看着晓雄那副认真倾听的样子,钟文欣换了另一种口气说,“我想知道,你原先每个月能挣多少钱?”那完全是生意人打听商品价格的腔调。
晓雄沉吟了片刻,然后回答说:“不一定,三四千,四五千?”
钟文欣听了,断然地挥挥手;“那好,从今天起我给你开钱。月薪一万,一年十二万。你就陪我住在这儿。”
十二万!晓雄的心狂跳了几下,他的瞳孔紧紧地收缩起来,犹如见到猎物的豹眼。
钟文欣似乎并不留意对方的神情。她不动声色,稳稳当当地端坐着,她的身上带着不容置喙的专横,带着精于算计的干练,那完全是一个不折不扣的女老板。妈的,妈的,她知道我不会拒绝的,她知道!
晓雄攥住了拳头,愤怒而又痛苦地在心里骂着,也不知道是在骂自己,还是在骂钟文欣。
“行,我同意……”晓雄做出无所谓的样子,轻轻地耸了耸肩。然而,他的喉咙还是紧的,发出的声音像青果一样生硬。手也软弱无力地松开了。

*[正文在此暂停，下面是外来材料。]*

def study_sizes(plan) -> StudySizes:
    """The study's sizes (computed once per plan).

    Parameters
    ----------
    plan : famwise.plan.Plan
    """
    cached = _CACHE.get(id(plan))
    if cached is not None and cached[0] is plan:
        return cached[1]
    s = plan.study
    channels = s.analysis.channels or plan.first_subject_channels()
    n_channels = len(channels) if channels else FALLBACK_CHANNELS
    epoch_ms = s.epochs.window_ms
    if s.subjects.source == "epochs":
        first = recording_sizes(plan, plan.subjects[0])
        epoch_ms = (0.0, (first.n_samples - 1) * 1000.0 / first.sample_rate_hz)
    window_ms = s.analysis.time_ms or epoch_ms
    step_ms = s.decomposition.time_step_ms or 1000.0 / FALLBACK_SAMPLE_RATE_HZ
    sizes = StudySizes(
        n_subjects=len(plan.subjects),
        n_channels=n_channels,
        n_freqs=1 if s.decomposition.method == "none" else s.decomposition.frequencies.count,
        n_times=int((window_ms[1] - window_ms[0]) // step_ms) + 1,
        n_map_times=int((epoch_ms[1] - epoch_ms[0]) // step_ms) + 1,
        n_conditions=len(s.conditions),
        n_contrasts=len(s.contrasts),
        permutations=s.inference.permutations,
        n_shards=s.inference.shards,
    )
    _CACHE[id(plan)] = (plan, sizes)
    return sizes


def recording_sizes(plan, subject: str) -> RecordingSizes:
    """One subject's input sizes from file sizes, recording headers (EDF, BDF, `.vhdr`), events and NPZ headers.

    Parameters
    ----------
    plan : famwise.plan.Plan
    subject : str
        Subject id.
    """
    files = [Path(f) for f in plan.input_files(subject)]
    input_bytes = sum(f.stat().st_size for f in files if f.is_file())
    s = plan.study
    source = s.subjects.source
    from famwise.recordings import SUFFIXES, open_recording

    recording = next((f for f in files if f.suffix.lower() in SUFFIXES), None)
    if source == "bids" and recording is not None:
        signals = open_recording(recording, subject, headers_only=True).signals
        sample_rate_hz = max(signal.sample_rate_hz for signal in signals)
        labels = {label for group in s.conditions.values() for label in group}
        events = [f for f in files if f.name.endswith("_events.tsv")]
        n_epochs = _count_events(events[0], labels) if events else 0
        start_ms, stop_ms = s.epochs.window_ms
        n_samples = int(round((stop_ms - start_ms) * sample_rate_hz / 1000.0)) + 1
        return RecordingSizes(input_bytes, len(signals), n_epochs, n_samples, float(sample_rate_hz))
    if source == "epochs":
        n_epochs, n_channels, n_samples = _npz_shape(files[0], "data")
        with np.load(files[0], allow_pickle=False) as archive:
            sample_rate_hz = float(archive["sample_rate_hz"])
        return RecordingSizes(input_bytes, n_channels, n_epochs, n_samples, sample_rate_hz)
    # Maps given as input (or no recording yet): nothing to size but the files.
    return RecordingSizes(input_bytes, FALLBACK_CHANNELS, 0, 0, 0.0)


def _count_events(path: Path, labels: set[str]) -> int:
    with open(path, newline="", encoding="utf-8") as handle:
        return sum(1 for row in csv.DictReader(handle, delimiter="\t") if row.get("trial_type") in labels)
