describe('compensation on seeded simulated arms', () => {
  for (const [label, nominal, seed] of [['DH six-axis', sixAxisDh(), 31], ['MDH six-axis', sixAxisMdh(), 32]] as const) {
    it(`${label}: compensated error on the true arm within 3× the fit's held-out RMS; the nominal program shows the full error`, () => {
      const truth = perturbed(nominal, seed);
      const report = fitSession(nominal, synthSession(truth, 240, 0.02, seed + 100), { holdout: 0.25 });
      const holdoutRms = report.statistics.holdout!.after.rms;
      const targets = heldOutTargets(truth, 150, seed + 200);
      const hr = rng(seed + 300);
      const program: ParsedProgram = {
        kind: 'cartesian', orientation: true, hints: true,
        targets: targets.map((t, k) => {
          const a = anglesFromRotation(t.R);
          // Configuration hints as an offline program carries them: the taught joints, a few degrees off.
          return { name: t.name, line: k + 2, pose: { x: t.p[0], y: t.p[1], z: t.p[2], ...a }, q: t.q.map((v) => v + 4 * (hr() - 0.5)) };
        }),
      };
      // Compensated: targets in the tracker frame, solved on the calibrated arm, run on the true arm.
      const comp = compensateProgram(report.calibrated, nominal, program, { frame: 'measurement' });
      // Uncompensated: the nominal model placed exactly where the true arm stands (best case for it).
      const nominalPlaced = new IkSolver({ ...nominal, base: truth.base });
      const errC: number[] = [], errN: number[] = [];
      comp.targets.forEach((c, k) => {
        const t = targets[k];
        if (c.status === 'unreachable' || c.status === 'outside-limits') return;
        const at = toolPose(truth, c.q).p;
        errC.push(Math.hypot(at[0] - t.p[0], at[1] - t.p[1], at[2] - t.p[2]));
        const n = nominalPlaced.solve({ position: t.p, rotation: t.R }, { q: c.q });
        const atN = toolPose(truth, n.q).p;
        errN.push(Math.hypot(atN[0] - t.p[0], atN[1] - t.p[1], atN[2] - t.p[2]));
      });
      const rms = (v: number[]) => Math.sqrt(v.reduce((s, x) => s + x * x, 0) / v.length);
      expect(errC.length).toBeGreaterThanOrEqual(140);
      expect(rms(errC)).toBeLessThan(3 * holdoutRms);
      // The nominal error is the fit's "before" level: millimetres, far above the tracker noise.
      expect(rms(errN)).toBeGreaterThan(0.5);
      expect(rms(errN)).toBeGreaterThan(20 * rms(errC));
    });
  }

  it('base-frame output drives the nominal controller to the calibrated joint values (round trip)', () => {
    const nominal = sixAxisDh();
    const cal = { ...perturbed(nominal, 5), base: undefined };
    const calBase = new IkSolver(cal);
    const r = rng(9);
    const targets: ProgramTarget[] = Array.from({ length: 40 }, (_, k) => {
      const t = toolPose(cal, heldOutTargets(cal, 1, 300 + k)[0].q);
      return { name: `T${k}`, line: k + 2, pose: { x: t.p[0], y: t.p[1], z: t.p[2], ...anglesFromRotation(t.R) } };
    });
    const res = compensateProgram(cal, nominal, { kind: 'cartesian', orientation: true, hints: false, targets });
    const nominalIk = new IkSolver(nominal);
    res.targets.forEach((c, k) => {
      if (c.status === 'unreachable' || c.status === 'outside-limits') return;
      // The nominal controller's IK of the compensated target returns the calibrated joint values,
      // and the calibrated arm there is on the original target.
      const back = nominalIk.solve({ position: [c.x, c.y, c.z], rotation: rotationFromAngles(c.rx, c.ry, c.rz) }, { q: c.q.map((v) => v + r() - 0.5) });
      back.q.forEach((v, i) => expect(Math.abs(v - c.q[i])).toBeLessThan(1e-6));
      const p = calBase.pose(c.q).position;
      expect(Math.hypot(p[0] - targets[k].pose!.x, p[1] - targets[k].pose!.y, p[2] - targets[k].pose!.z)).toBeLessThan(MM);
      expect(c.correction).toBeGreaterThan(0.05);
    });
  });

  it('joint programs: the intended pose is the nominal pose at the given joints; output joints reach it on the calibrated arm', () => {
    const nominal = sixAxisMdh();
    const cal = { ...perturbed(nominal, 6), base: undefined };
    const targets: ProgramTarget[] = heldOutTargets(nominal, 30, 77).map((t, k) => ({ name: t.name, line: k + 2, q: t.q }));
    const res = compensateProgram(cal, nominal, { kind: 'joint', orientation: false, hints: false, targets });
    let checked = 0;
    res.targets.forEach((c, k) => {
      const want = toolPose(nominal, targets[k].q!);
      const got = toolPose(cal, c.q);
      expect(Math.hypot(got.p[0] - want.p[0], got.p[1] - want.p[1], got.p[2] - want.p[2])).toBeLessThan(MM);
      expect(angleBetween(got.R, want.R)).toBeLessThan(DEGREES);
      // Closest to the given joints: a fraction of a degree away, not another configuration.
      // Near a singularity the joint values are ill-determined (a 1 mm correction over σ = 0.005 moves
      // joints by ~5°), so the check applies to well-conditioned targets.
      if (c.smallestSingularValue > 0.01) checked++;
      if (c.smallestSingularValue > 0.01) c.q.forEach((v, i) => expect(Math.abs(v - targets[k].q![i]), `${c.target} joint ${i + 1}: ${targets[k].q!.map((x) => x.toFixed(2))} → ${c.q.map((x) => x.toFixed(2))}, σ ${c.smallestSingularValue}`).toBeLessThan(2));
    });
    expect(checked).toBeGreaterThanOrEqual(20);
  });

  it('a tool override replaces both tools', () => {
    const nominal = sixAxisDh();
    const cal = { ...perturbed(nominal, 8), base: undefined };
    const tool = { x: 0, y: 50, z: 200, rx: 0, ry: 30, rz: 0 };
    const t = toolPose({ ...cal, tool }, [5, -20, 30, 10, 40, 20]);
    const res = compensateProgram(cal, nominal, { kind: 'cartesian', orientation: true, hints: false, targets: [{ name: 'A', line: 2, pose: { x: t.p[0], y: t.p[1], z: t.p[2], ...anglesFromRotation(t.R) }, q: [5, -20, 30, 10, 40, 20] }] }, { tool });
    expect(res.targets[0].status).toBe('reached');
    res.targets[0].q.forEach((v, i) => expect(v).toBeCloseTo([5, -20, 30, 10, 40, 20][i], 6));
    const nomAt = toolPose({ ...nominal, tool }, res.targets[0].q).p;
    expect(res.targets[0].x).toBeCloseTo(nomAt[0], 9);
  });
});
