async function main() {
  await ensureDependencies(root, say);
  const systemEnv = await ensureSystemTools();
  if (noServices) {
    say('--no-services: running vitest only');
    return vitest(vitestArgs, { ...process.env, ...systemEnv });
  }

  await sweepCrashedRuns();
  const started = Date.now();
  const runDir = fs.mkdtempSync('/tmp/offsetry-test-');
  // The postgres user must be able to enter it (mkdtemp makes it 700, owned by us).
  fs.chmodSync(runDir, 0o755);
  const harnessPidFile = path.join(runDir, 'harness.pid');
  writePidFile(harnessPidFile, process.pid);
  const logDir = path.join(runDir, 'logs');
  fs.mkdirSync(logDir);
  // The build lands in the run folder; its bare imports (postgres, auth, …) resolve from the folder they are
  // in, so the run folder gets the project's node_modules as a link.
  fs.symlinkSync(path.join(root, 'node_modules'), path.join(runDir, 'node_modules'), 'dir');
  onShutdown(() => {
    if (keep) {
      fs.rmSync(harnessPidFile, { force: true });
      say(`kept ${runDir}`);
    } else {
      fs.rmSync(runDir, { recursive: true, force: true });
    }
  });

  const [pgPort, s3Port, smtpPort, mailApiPort, appPort, controlPort] = await findFreePorts(6);
  const bucket = 'offsetry-test';
  const dbUser = 'offsetry_test';
  const dbPassword = crypto.randomBytes(12).toString('base64url');

  // ---- services, in parallel -------------------------------------------------------------------------------
  const pgTask = (async () => {
    const bin = await ensurePgBin({ log: say });
    const dir = await prepareClusterDir(path.join(runDir, 'pg'));
    // Durability is pointless for a throw-away cluster; these settings make it quick (PostgreSQL docs,
    // "Non-Durable Settings"). max_connections leaves room for several app instances and workers.
    const cluster = pgCluster({
      bin,
      dir,
      port: pgPort,
      settings: { fsync: 'off', synchronous_commit: 'off', full_page_writes: 'off', max_connections: '200' },
    });
    await cluster.init();
    await cluster.start();
    onShutdown(() => cluster.stop('immediate'));
    const url = await cluster.ensureDatabase({ user: dbUser, password: dbPassword, database: 'offsetry_test' });
    return { cluster, url };
  })();

  /** @type {{ s3?: import('./lib/proc.mjs').ManagedProcess, mail?: import('./lib/proc.mjs').ManagedProcess }} */
  const fakes = {};
  const startS3 = async () => {
    fakes.s3 = await startS3Fake({ root, port: s3Port, dir: path.join(runDir, 's3'), bucket, logFile: path.join(logDir, 's3-fake.log') });
  };
  const startMail = async () => {
    fakes.mail = await startMailFake({
      root, smtpPort, apiPort: mailApiPort, dir: path.join(runDir, 'mail'), logFile: path.join(logDir, 'mail-fake.log'),
    });
  };
  const [{ cluster, url: databaseUrl }] = await Promise.all([pgTask, startS3(), startMail()]);

  const appUrl = `http://127.0.0.1:${appPort}`;
  const outDir = path.join(runDir, 'dist');
  const repoEntry = path.join(root, 'dist', 'server', 'entry.mjs');
  const appEntry = noBuild ? repoEntry : path.join(outDir, 'server', 'entry.mjs');

  /** @type {NodeJS.ProcessEnv} */
  const env = {
    ...process.env,
    ...systemEnv,
    NODE_ENV: 'production',
    OFFSETRY_MODE: 'demo',
    DEMO_PASSWORD: 'offsetry-demo',
    HOST: '127.0.0.1',
    PORT: String(appPort),
    PUBLIC_BASE_URL: appUrl,
    BASE_URL: appUrl,
    // vitest overwrites BASE_URL with Vite's base path ('/'), so tests read this name.
    OFFSETRY_TEST_BASE_URL: appUrl,
    AUTH_SECRET: crypto.randomBytes(32).toString('base64url'),
    AUTH_TRUST_HOST: 'true',
    DATABASE_URL: databaseUrl,
    S3_ENDPOINT: `http://127.0.0.1:${s3Port}`,
    S3_REGION: 'us-east-1',
    S3_BUCKET: bucket,
    S3_ACCESS_KEY_ID: 'S3RVER',
    S3_SECRET_ACCESS_KEY: 'S3RVER',
    S3_FORCE_PATH_STYLE: 'true',
    SMTP_HOST: '127.0.0.1',
    SMTP_PORT: String(smtpPort),
    SMTP_SECURE: 'false',
    SMTP_USER: '',
    SMTP_PASS: '',
    MAIL_FROM: 'Offsetry <no-reply@offsetry.local>',
    MAIL_FAKE_API_URL: `http://127.0.0.1:${mailApiPort}`,
    OFFSETRY_TEST_RUN_DIR: runDir,
    OFFSETRY_TEST_CONTROL_URL: `http://127.0.0.1:${controlPort}`,
    OFFSETRY_APP_ENTRY: appEntry,
    PG_BIN: cluster.bin,
    PG_DATA: cluster.dataDir,
    PG_PORT: String(pgPort),
    PG_SOCKET_DIR: cluster.socketDir,
    PG_LOG: cluster.logFile,
    S3_FAKE_DIR: path.join(runDir, 's3'),
    MAIL_FAKE_DIR: path.join(runDir, 'mail'),
    CHROMIUM_PATH: process.env.CHROMIUM_PATH ?? '/usr/bin/chromium',
  };
  delete env.OFFSETRY_OUT_DIR;

  // ---- schema, build, seed ---------------------------------------------------------------------------------
  /**
   * @param {string} label
   * @param {string} script
   * @param {string[]} args
   */
  const tsxStep = async (label, script, args) => {
    if (!fs.existsSync(path.join(root, script))) {
      say(`${label}: ${script} not found — skipped`);
      return;
    }
    const logFile = path.join(logDir, `${label}.log`);
    const [cmd, cmdArgs] = tool('tsx', [script, ...args]);
    const result = await run(cmd, cmdArgs, { cwd: root, env, logFile, allowFail: true });
    if (result.code !== 0) throw new StartError(`${label} (${script} ${args.join(' ')}) failed`, logFile);
  };
  await tsxStep('migrate', 'scripts/migrate.ts', []);

  let buildSeconds = 0;
  if (!noBuild && fs.existsSync(path.join(root, 'astro.config.mjs'))) {
    const buildStarted = Date.now();
    const logFile = path.join(logDir, 'build.log');
    const [cmd, args] = tool('astro', ['build']);
    // The env is set at build time so Astro emits process.env lookups instead of inlining values.
    const result = await run(cmd, args, { cwd: root, env: { ...env, OFFSETRY_OUT_DIR: outDir }, logFile, allowFail: true });
    if (result.code !== 0) throw new StartError('astro build failed', logFile);
    buildSeconds = (Date.now() - buildStarted) / 1000;
  }
  await tsxStep('seed', 'scripts/seed.ts', ['--users-only']);

  // ---- app instances ---------------------------------------------------------------------------------------
  /** @type {Map<string, import('./lib/proc.mjs').ManagedProcess & { url: string, port: number }>} */
  const apps = new Map();
  let appCount = 0;
  /**
   * @param {{ env?: Record<string, string>, entry?: string, args?: string[], port?: number, wait?: boolean }} options
   *   wait: wait for the port (default true; false for a worker that listens on nothing)
   */
  const startApp = async (options = {}) => {
    const entry = options.entry ?? appEntry;
    if (!fs.existsSync(entry)) throw new Error(`app entry ${entry} does not exist (was the app built?)`);
    const port = options.port ?? (await findFreePort());
    const id = `app${++appCount}`;
    const url = `http://127.0.0.1:${port}`;
    const proc = spawnLogged(id, process.execPath, [entry, ...(options.args ?? [])], {
      cwd: root,
      env: { ...env, PORT: String(port), PUBLIC_BASE_URL: url, BASE_URL: url, ...(options.env ?? {}) },
      logFile: path.join(logDir, `${id}.log`),
    });
    const app = Object.assign(proc, { url, port });
    apps.set(id, app);
    const appPidFile = path.join(runDir, 'pids', `${id}.pid`);
    writePidFile(appPidFile, proc.pid);
    proc.exited.then(() => {
      apps.delete(id);
      fs.rmSync(appPidFile, { force: true });
    });
    if (options.wait !== false) await waitForPort(port, { proc, timeoutMs: 60_000, what: `${id} (${entry})` });
    return { id, pid: proc.pid, port, url, logFile: proc.logFile };
  };
  onShutdown(() => Promise.all([...apps.values()].map((a) => a.stop())));

  let mainApp = '';
  if (fs.existsSync(appEntry)) {
    const first = await startApp({ port: appPort });
    mainApp = first.id;
  } else {
    say(`no app at ${appEntry}: BASE_URL (${appUrl}) is not served in this run`);
  }

  // ---- control API -----------------------------------------------------------------------------------------
  const withFake = async (/** @type {'s3' | 'mail'} */ name, /** @type {boolean} */ up) => {
    const proc = fakes[name];
    if (!up) {
      if (proc?.running()) await proc.stop();
      return { running: false };
    }
    if (!proc?.running()) await (name === 's3' ? startS3() : startMail());
    return { running: true, pid: fakes[name]?.pid };
  };
  await serveControl(controlPort, {
    'GET /status': async () => ({
      postgres: (await cluster.runningPort()) === pgPort,
      s3: Boolean(fakes.s3?.running()),
      mail: Boolean(fakes.mail?.running()),
      apps: [...apps.entries()].map(([id, a]) => ({ id, pid: a.pid, url: a.url })),
    }),
    'POST /postgres/stop': async (body) => {
      await cluster.stop(body.mode === 'immediate' ? 'immediate' : 'fast');
      return { running: false };
    },
    'POST /postgres/start': async () => {
      await cluster.start();
      return { running: true };
    },
    'POST /postgres/restart': async () => {
      await cluster.restart();
      return { running: true };
    },
    'POST /s3/stop': () => withFake('s3', false),
    'POST /s3/start': () => withFake('s3', true),
    'POST /mail/stop': () => withFake('mail', false),
    'POST /mail/start': () => withFake('mail', true),
    'POST /apps': (body) => startApp(body),
    'POST /apps/:id/stop': async (body) => {
      const app = apps.get(body.id);
      if (!app) return { stopped: false, reason: `no running instance ${body.id}` };
      const info = await app.stop(body.signal ?? 'SIGTERM');
      return { stopped: true, ...info };
    },
  });

  // ---- header and the suites -------------------------------------------------------------------------------
  const setup = ((Date.now() - started) / 1000).toFixed(1);
  console.log(
    [
      `[test] run folder  ${runDir}${keep ? ' (kept)' : ''}`,
      `[test] PostgreSQL  127.0.0.1:${pgPort} (database offsetry_test, ${cluster.bin})`,
      `[test] S3 fake     ${env.S3_ENDPOINT} (bucket ${bucket})`,
      `[test] mail fake   smtp://127.0.0.1:${smtpPort} · ${env.MAIL_FAKE_API_URL}`,
      `[test] app         ${mainApp ? appUrl : '(not started)'}${buildSeconds ? ` · built in ${buildSeconds.toFixed(1)} s` : noBuild ? ' · ./dist (--no-build)' : ''}`,
      `[test] control     ${env.OFFSETRY_TEST_CONTROL_URL} · ready in ${setup} s`,
    ].join('\n'),
  );
  const code = await runSuites(env);
  // A crash of the main app during the run is worth knowing about even when tests passed.
  if (mainApp && !apps.has(mainApp)) say(`note: the app exited during the run; its log:\n${tail(path.join(logDir, `${mainApp}.log`), 20)}`);
  if (code !== 0 && !keep) {
    // The run folder goes away; its logs (app instances, fakes, PostgreSQL) are what explains a failure.
    const saved = fs.mkdtempSync('/tmp/offsetry-test-logs-');
    fs.cpSync(logDir, saved, { recursive: true });
    if (fs.existsSync(cluster.logFile)) fs.copyFileSync(cluster.logFile, path.join(saved, 'postgres.log'));
    say(`tests failed: service and app logs saved in ${saved}`);
  }
  return code;
}
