// Break onset and fracture; see break_detector.hpp.
#include "break_detector.hpp"

namespace tensile {

BreakDetector::Step BreakDetector::update(const History& h, std::size_t i, double max_force_N) {
    if (fracture_ || i == 0) return Step::none;
    const auto& F = h.force_N;
    if (onset_) {
        if (F[i] < profile_.fracture_share * F[*onset_]) {
            fracture_ = i;
            return Step::fracture;
        }
        // Force came back: it was a slip or a serration, not a break.
        if (F[i] > 0.98 * F[*onset_]) onset_.reset();
        return Step::none;
    }

    const double now = h.time_s[i];
    while (tail_ + 1 < i && now - h.time_s[tail_ + 1] >= profile_.break_window_s) ++tail_;
    const double floor = 0.1 * max_force_N;  // a fall from near zero is not a break
    bool falling = false;
    std::size_t from = tail_;
    const double span = now - h.time_s[tail_];
    // Both tests must hold; the size of the fall is tested first because it
    // needs no division and fails on nearly every frame of a run.
    if (span > 0 && F[tail_] >= floor)
        falling = F[tail_] - F[i] >= 0.5 * profile_.break_rate_per_s * profile_.break_window_s * max_force_N &&
                  (F[tail_] - F[i]) / span > profile_.break_rate_per_s * max_force_N;
    if (!falling && F[i - 1] >= floor && F[i] < 0.5 * F[i - 1]) {
        falling = true;
        from = i - 1;
    }
    if (!falling) return Step::none;

    // The fall began at the highest force of the window.
    std::size_t top = from;
    for (std::size_t k = from; k <= i; ++k)
        if (F[k] > F[top]) top = k;
    onset_ = top;
    if (F[i] < profile_.fracture_share * F[top]) {
        fracture_ = i;
        return Step::fracture;  // onset and fracture in one frame; the caller reports both
    }
    return Step::onset;
}

}  // namespace tensile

妈的,妈的,拍出这个价码,她就已经稳操胜券了。卖方不可能不答应,不可能不出售。
掌握着主动权的买方神态很从容,她开始宣布合同的条款了。
“从今天起,你必须每天晚上都住在这儿。”
“从明天起吧,”晓雄解释说,“我还有一些事情要处理。”
“不,就从现在起,现在已经生效了。”女人苛刻地说。
“那好吧。”晓雄无可奈何地点点头。
女人指着男佣说,“那是老伍,以后你出出进进,都由他来照顾你。”
不远不近的,老伍就站在玄关处。虽然是小五十的男人,却仍旧显得十分精壮。晓雄已经领教过老伍的眼神,所以尽量避免与之对视。他只向老伍那边浮掠地一扫,便把目光收了回来。
他在心里默默地咀嚼“出出进进”和“照顾”这几个字。
钟文欣似乎是有意要留下晓雄独自在这儿,让晓雄去领会那合同的精神。于是,她起身说道:“你先休息休息吧,今天公司很忙,我得走了。”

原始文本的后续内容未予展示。